Note that as per XPath specification, each XPath node has a parent, which can be retrieved via this function:
xml_node xpath_node::parent() const;
        parent function returns the
        node's parent if the XPath node corresponds to xml_node
        handle (equivalent to node().parent()), or the node to which the attribute belongs
        to, if the XPath node corresponds to xml_attribute
        handle. For null nodes, parent
        returns null handle.
      
Like node and attribute handles, XPath node handles can be implicitly cast to boolean-like object to check if it is a null node, and also can be compared for equality with each other.
        You can also create XPath nodes with one of the three constructors: the default
        constructor, the constructor that takes node argument, and the constructor
        that takes attribute and node arguments (in which case the attribute must
        belong to the attribute list of the node). The constructor from xml_node is implicit, so you can usually
        pass xml_node to functions
        that expect xpath_node. Apart
        from that you usually don't need to create your own XPath node objects, since
        they are returned to you via selection functions.
      
XPath expressions operate not on single nodes, but instead on node sets. A node set is a collection of nodes, which can be optionally ordered in either a forward document order or a reverse one. Document order is defined in XPath specification; an XPath node is before another node in document order if it appears before it in XML representation of the corresponding document.

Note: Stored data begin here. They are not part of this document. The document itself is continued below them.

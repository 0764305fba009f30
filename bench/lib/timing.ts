/**
 * Side-by-side timing: the contestants of one comparison run interleaved in
 * the same process (A, B, A, B, …) and each reports its median, so machine
 * load and JIT warm-up affect both alike. Only ratios are compared against
 * targets; absolute times are reported for information.
 */

/** Milliseconds elapsed while running `work` once. */
export function timeOnce(work: () => void): number {
  const start = process.hrtime.bigint();
  work();
  return Number(process.hrtime.bigint() - start) / 1e6;
}

/** Median of a non-empty list. */
export function median(values: readonly number[]): number {
  const sorted = [...values].sort((a, b) => a - b);
  const middle = Math.floor(sorted.length / 2);
  return sorted.length % 2 === 1 ? sorted[middle] : 0.5 * (sorted[middle - 1] + sorted[middle]);
}

/**
 * Runs each contestant `rounds` times, interleaved, after `warmup` untimed
 * rounds, and returns each one's median time in ms, in the given order.
 *
 * @param contestants - the work to time, one function per contestant
 * @param rounds - timed rounds (≥ 1)
 * @param warmup - untimed rounds first (JIT warm-up)
 * @example const [ours, raw] = sideBySide([() => ours(), () => raw()], 5, 1)
 */
export function sideBySide(contestants: readonly (() => void)[], rounds: number, warmup = 1): number[] {
  for (let w = 0; w < warmup; w++) contestants.forEach((work) => work());
  const times = contestants.map(() => [] as number[]);
  for (let r = 0; r < rounds; r++) contestants.forEach((work, i) => times[i].push(timeOnce(work)));
  return times.map(median);
}

/** Keeps a computed value observable so the JIT cannot drop the work that made it. */
export let sink = 0;
export function consume(value: number): void {
  sink += value === value ? 1 : 0;
}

        Node sets are represented by xpath_node_set
        object, which has an interface that resembles one of sequential random-access
        containers. It has an iterator type along with usual begin/past-the-end iterator
        accessors:
      
typedef const xpath_node* xpath_node_set::const_iterator; const_iterator xpath_node_set::begin() const; const_iterator xpath_node_set::end() const;
        And it also can be iterated via indices, just like std::vector:
      
const xpath_node& xpath_node_set::operator[](size_t index) const; size_t xpath_node_set::size() const; bool xpath_node_set::empty() const;
        All of the above operations have the same semantics as that of std::vector:
        the iterators are random-access, all of the above operations are constant
        time, and accessing the element at index that is greater or equal than the
        set size results in undefined behavior. You can use both iterator-based and
        index-based access for iteration, however the iterator-based one can be faster.
      
The order of iteration depends on the order of nodes inside the set; the order can be queried via the following function:
enum xpath_node_set::type_t {type_unsorted, type_sorted, type_sorted_reverse}; type_t xpath_node_set::type() const;
        type function returns the
        current order of nodes; type_sorted
        means that the nodes are in forward document order, type_sorted_reverse
        means that the nodes are in reverse document order, and type_unsorted
        means that neither order is guaranteed (nodes can accidentally be in a sorted
        order even if type()
        returns type_unsorted). If
        you require a specific order of iteration, you can change it via sort function:
      
void xpath_node_set::sort(bool reverse = false);
        Calling sort sorts the nodes
        in either forward or reverse document order, depending on the argument; after
        this call type()
        will return type_sorted or
        type_sorted_reverse.
      
Often the actual iteration is not needed; instead, only the first element in document order is required. For this, a special accessor is provided:
xpath_node xpath_node_set::first() const;
        This function returns the first node in forward document order from the set,
        or null node if the set is empty. Note that while the result of the node
        does not depend on the order of nodes in the set (i.e. on the result of
        type()),
        the complexity does - if the set is sorted, the complexity is constant, otherwise
        it is linear in the number of elements or worse.
      
        While in the majority of cases the node set is returned by XPath functions,
        sometimes there is a need to manually construct a node set. For such cases,
        a constructor is provided which takes an iterator range (const_iterator
        is a typedef for const xpath_node*), and an optional type:
      
xpath_node_set::xpath_node_set(const_iterator begin, const_iterator end, type_t type = type_unsorted);
        The constructor copies the specified range and sets the specified type. The
        objects in the range are not checked in any way; you'll have to ensure that
        the range contains no duplicates, and that the objects are sorted according
        to the type parameter. Otherwise
        XPath operations with this set may produce unexpected results.
      
If you want to select nodes that match some XPath expression, you can do it with the following functions:
xpath_node xml_node::select_single_node(const char_t* query, xpath_variable_set* variables = 0) const; xpath_node_set xml_node::select_nodes(const char_t* query, xpath_variable_set* variables = 0) const;
        select_nodes function compiles
        the expression and then executes it with the node as a context node, and
        returns the resulting node set. select_single_node
        returns only the first node in document order from the result, and is equivalent
        to calling select_nodes(query).first().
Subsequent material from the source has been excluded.